You have a good and valid point about that. I'm just so tired of our environment piling in heaps of throw away items instead of rebuilding or restoring products. Pet peeve.


----------



## grandsalmon (Oct 24, 2005)

escapedturkey said:


> You have a good and valid point about that. I'm just so tired of our environment piling in heaps of throw away items instead of rebuilding or restoring products. Pet peeve.


I can definitely respect that ethic. 
But since you are overhauling the whole drivetrain, spend what is relatively very little -especially now- on that Shadow M772. The rear derail is a hardworking, complicated part, and an important place to start new & fresh, truly.


----------



## escapedturkey (Oct 8, 2015)

I'm about to order the M772 as you suggested. Jenson says to get medium because it's double front with 36/22 and 34/11 .. agree or disagree?

Shimano XT RD-M772 9SPD Rear Derailleur > Components > Drivetrain > Mountain Rear Derailleurs | Jenson USA


----------



## grandsalmon (Oct 24, 2005)

escapedturkey said:


> I'm about to order the M772 as you suggested. Jenson says to get medium because it's double front with 36/22 and 34/11 .. agree or disagree?
> 
> Shimano XT RD-M772 9SPD Rear Derailleur > Components > Drivetrain > Mountain Rear Derailleurs | Jenson USA


I always assume w a double, I am fine w a GS. I run my newer shadow plus on my 10sp w 35 capacity w actual 37 existing (11x36, 26/38), and I can't afford more overshoot really.

Your 9sp Shadow GS has specs of 33 to 35 depending on where you read it (Shimano says 33 on spec sheet for the M772)
So, reasonably go over a couple of teeth, but if it is really 33, and your 37, you're too short. Call Jenson back and give them the figures. Answer back here for narrative/informative sake, thanks.


----------



## escapedturkey (Oct 8, 2015)

Even better, I called Shimano. Impressive tech support. 

They said to get the SGS.

My capacity: 37

SGS = 45 

GS = 35

Recommendation?


----------



## grandsalmon (Oct 24, 2005)

If this was for a raucous MTB, downhill et al, I would say GS (but then safe assumption a dual suspension, then might worry about chain-growth between front and rear depending on design, so on and so on...)

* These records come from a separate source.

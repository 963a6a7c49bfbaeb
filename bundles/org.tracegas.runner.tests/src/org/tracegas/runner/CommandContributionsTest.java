package org.tracegas.runner;

import static org.junit.jupiter.api.Assertions.assertEquals;
import static org.junit.jupiter.api.Assertions.assertNotNull;
import static org.junit.jupiter.api.Assertions.assertThrows;
import static org.junit.jupiter.api.Assertions.assertTrue;

import java.io.ByteArrayOutputStream;
import java.io.PrintStream;
import java.nio.charset.StandardCharsets;
import java.util.List;
import java.util.Map;

import org.eclipse.core.runtime.IExtensionRegistry;
import org.eclipse.core.runtime.RegistryFactory;
import org.junit.jupiter.api.Test;
import org.tracegas.quantify.CancellationFlag;

/** The runner's commands come through its extension point, and the table serves them like any other. */
class CommandContributionsTest {

    /** The commands the runner's README and help document. */
    private static final List<String> BUILT_IN = List.of("audit-verify", "workspace-init", "user-add", "user-unlock",
            "project-add", "import", "library-build", "library-add", "method-define", "quantify", "qa", "report",
            "results-export", "report-sign", "batch-split", "batch-work", "batch-status");

    private final ByteArrayOutputStream out = new ByteArrayOutputStream();
    private final ByteArrayOutputStream err = new ByteArrayOutputStream();
    private final CancellationFlag cancel = new CancellationFlag();
    private final RunnerContext context = new RunnerContext(new PrintStream(out, true, StandardCharsets.UTF_8),
            new PrintStream(err, true, StandardCharsets.UTF_8), Map.of(), cancel);

    private static List<Command> contributed() {
        IExtensionRegistry running = RegistryFactory.getRegistry();
        assertNotNull(running, "the tests run in an Equinox platform with its extension registry");
        return CommandContributions.fromExtensions(running);
    }

    @Test
    void everyBuiltInCommandIsContributed() {
        List<String> names = contributed().stream().map(Command::name).toList();
        assertTrue(names.containsAll(BUILT_IN), names.toString());
        assertEquals(BUILT_IN, names.subList(0, BUILT_IN.size()), "the runner's own come first, in its order");
    }

    @Test
    void theTableOfContributedCommandsListsAndExplainsThemAndSuggestsTheNearest() {
        CommandTable table = new CommandTable("test", contributed());
        assertEquals(ExitCode.OK, table.dispatch(new String[] { "help" }, context));
        String overview = out.toString(StandardCharsets.UTF_8);
        for (String name : BUILT_IN) {
            assertTrue(overview.contains("\n  " + name + " "), name + " in " + overview);
        }
        assertEquals(ExitCode.USAGE, table.dispatch(new String[] { "batch-stauts" }, context));
        assertTrue(err.toString(StandardCharsets.UTF_8).contains("did you mean batch-status?"), err.toString());
    }

    @Test
    void anElementWithoutARegistryIsRefused() {
        assertThrows(IllegalArgumentException.class, () -> CommandContributions.fromExtensions(null));
    }
}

But for your hardtail, less-antic riding style, less worry if big/big, less stress on upper spring arm, SGS is the way to go!


----------



## escapedturkey (Oct 8, 2015)

Ordered it! Thanks!


----------



## phdinfunk (Nov 22, 2011)

After reading all this, I'm wanting to clarify. I have a nice 2x10 setup I've been using with a saint shifter pod and an m780-SGS XT rear mech. It's shadow but not shadow "plus" with the extra tension and stuff. Now I really want to drop the front derailleur and switch to 1x10 with a Sunrace 11-40 1x10 cassette.

The thing that worries me is that I'll probably be using a 28T front cog (I live among high mountains and I really need the bottom end more than the top)

Do I need to worry about chain slap or having chainline problems with this setup? From reading all this, I grok that GS might be optimal. Should I plan on using a chainguide since my rear mech is only Shadow and not Shadow + and it's also SGS? Or can I proceed and not anticipate any problems?

Thanks. [


----------



## ka81ua (Oct 14, 2014)

36-22 + 36-11 = 39
Shimano XTR Shadow Plus RD-M986 10-speed - short, medium or large?


----------



## lucifuge (Jul 1, 2011)

ka81ua said:


> 36-22 + 36-11 = 39
> Shimano XTR Shadow Plus RD-M986 10-speed - short, medium or large?


dont believe there's a 'short' for Shimano. There's medium and long, you definitely need a long.


----------



## ka81ua (Oct 14, 2014)

lucifuge said:


> dont believe there's a 'short' for Shimano. There's medium and long, you definitely need a long.


https://www.bike-components.de/en/S...us-RD-M986-10-fach-p33270/black-short-o20079/
short and long (at least they say so)



lucifuge said:


> There's medium and long, you definitely need a long.


why? lot of people say medium... bike - under nickname

by the way, shimano does not know about XTR RD-M986 10sp )))
XTR M9000


----------



## ChILd_ReBoRn (Jul 30, 2015)

real life question..

Without any theoretical explanations.. can a shimano GS (not the new 8000 model.. older ones) with a shimano rated capacity of 35T work with a 39T combo?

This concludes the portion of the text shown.